# Mach64 compile error, kernel flag must be set, but it is

## Hexadecimus

I gave up on Arch and another distro because they aren't playing well with my hardware.  Gentoo isn't cooperating either.  A Tails live disc boots into the GUI so I know it's possible to get this working. I'm just not sure how.  It's been a few years since I've had to do anything like this.

It's a SuperMicro A+ with a H8DAR-i board, dual Opteron 280 dual-cores, onboard Rage XL 8mb which I'm reading should use a Mach64 driver.  I'm running 3.12.13 hardened x86_64...

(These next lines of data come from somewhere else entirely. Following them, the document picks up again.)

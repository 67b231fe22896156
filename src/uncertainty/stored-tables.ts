/**
 * Tables that depend only on the cosmology, stored for the cosmologies most files name (the
 * presets and h0 = 70, omega_m = 0.3 with the default omega_b, sigma8 and n_s), so that a process
 * predicting for one of them does not make them again at start-up: the unnormalised ln P(k) table
 * with its sigma(8/h Mpc) (power-spectrum.ts) and ln sigma(M, 0) at the halo model's spline knots
 * (haloes.ts). They are the very numbers the code makes (scripts/generate-power-tables.ts runs it
 * and writes them bit for bit into stored-tables.generated.ts; test/uncertainty/stored-tables.test.ts
 * checks them against a fresh computation and that the file is up to date); any other cosmology,
 * and the full (wiggle) form, are computed as before.
 */
import type { Cosmology } from '../model/cosmology.js';
import { STORED_TABLES } from './stored-tables.generated.js';

/** What a spectrum's ln P table needs besides the normalisation (power-spectrum.ts). */
export interface ShapeTable {
  /** ln(k^n_s T(k)^2) on the uniform ln k grid of power-spectrum.ts. */
  readonly lnShape: Float64Array;
  /** sigma(8/h Mpc) of the unnormalised shape (top-hat window). */
  readonly sigma8Unnormalised: number;
}

/** The stored form of one cosmology's tables: numbers as little-endian float64, base64. */
export interface StoredTables {
  lnShape: string;
  sigma8Unnormalised: number;
  lnSigmaM: string;
}

/**
 * The key of a spectrum: its form and every parameter it depends on, each number as JavaScript
 * writes it (which reads back to the same double), so a key names exactly one spectrum.
 */
export function powerKey(c: Cosmology, form: string): string {
  return `${form} ${c.h0} ${c.omegaM} ${c.omegaB} ${c.sigma8} ${c.nS} ${c.tCmb}`;
}

/** Float64Array data are the platform's byte order: the stored bytes are little-endian. */
const LITTLE_ENDIAN = new Uint8Array(new Float64Array([1]).buffer)[7] === 0x3f;

/**
 * The doubles of a base64 text of little-endian float64s: Node's Buffer where there is one (a
 * tenth of a millisecond), atob in browsers (milliseconds when run cold).
 */
export function decodeDoubles(text: string): Float64Array {
  const NodeBuffer = (globalThis as { Buffer?: typeof Buffer }).Buffer;
  const bytes = NodeBuffer ? NodeBuffer.from(text, 'base64') : Uint8Array.from(atob(text), (c) => c.charCodeAt(0));
  const out = new Float64Array(bytes.length / 8);
  new Uint8Array(out.buffer).set(bytes);
  return out;
}

/** The base64 text of doubles, little-endian (decodeDoubles reads it back bit for bit). */
export function encodeDoubles(values: Float64Array): string {
  const bytes = new Uint8Array(values.buffer, values.byteOffset, values.byteLength);
  let s = '';
  for (let i = 0; i < bytes.length; i++) s += String.fromCharCode(bytes[i]!);
  return btoa(s);
}

const decoded = new Map<string, { shape?: ShapeTable; lnSigmaM?: Float64Array }>();

function entry(key: string): { shape?: ShapeTable; lnSigmaM?: Float64Array } | undefined {
  if (!LITTLE_ENDIAN || !Object.prototype.hasOwnProperty.call(STORED_TABLES, key)) return undefined;
  let d = decoded.get(key);
  if (!d) decoded.set(key, (d = {}));
  return d;
}

/** The stored ln P shape table of the spectrum with this key, if there is one. */
export function storedShapeTable(key: string): ShapeTable | undefined {
  const d = entry(key);
  if (!d) return undefined;
  const s = STORED_TABLES[key]!;
  return (d.shape ??= { lnShape: decodeDoubles(s.lnShape), sigma8Unnormalised: s.sigma8Unnormalised });
}

/** The stored ln sigma(M, 0) at the halo model's spline knots for the spectrum with this key. */
export function storedLnSigmaM(key: string): Float64Array | undefined {
  const d = entry(key);
  if (!d) return undefined;
  return (d.lnSigmaM ??= decodeDoubles(STORED_TABLES[key]!.lnSigmaM));
}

Radeon, r128 modules are built. I read in one place that radeon will pull the Mach64 etc.

Kernel includes ATI Radeon, Rage128, frame buffer including those as well as Mach64, Mach64 generic, Mach64 GX.

Xorg fails (log below) so I'm trying to build the drivers referred to here: http://ubuntuforums.org/showthread.php?t=7200 .

This gives me an error that CONFIG_X86_CMPXCHG must be enabled.

I've checked the .config after make menuconfig to be sure that the CONFIG_X86_CMPXCHG is enabled. It's uncommented and =y.  I checked the timestamp to make sure that my latest kernel build with that and the Mach64 options is running. It is. I've checked modules directory in the installer script and it's my latest kernel compile, half an hour ago.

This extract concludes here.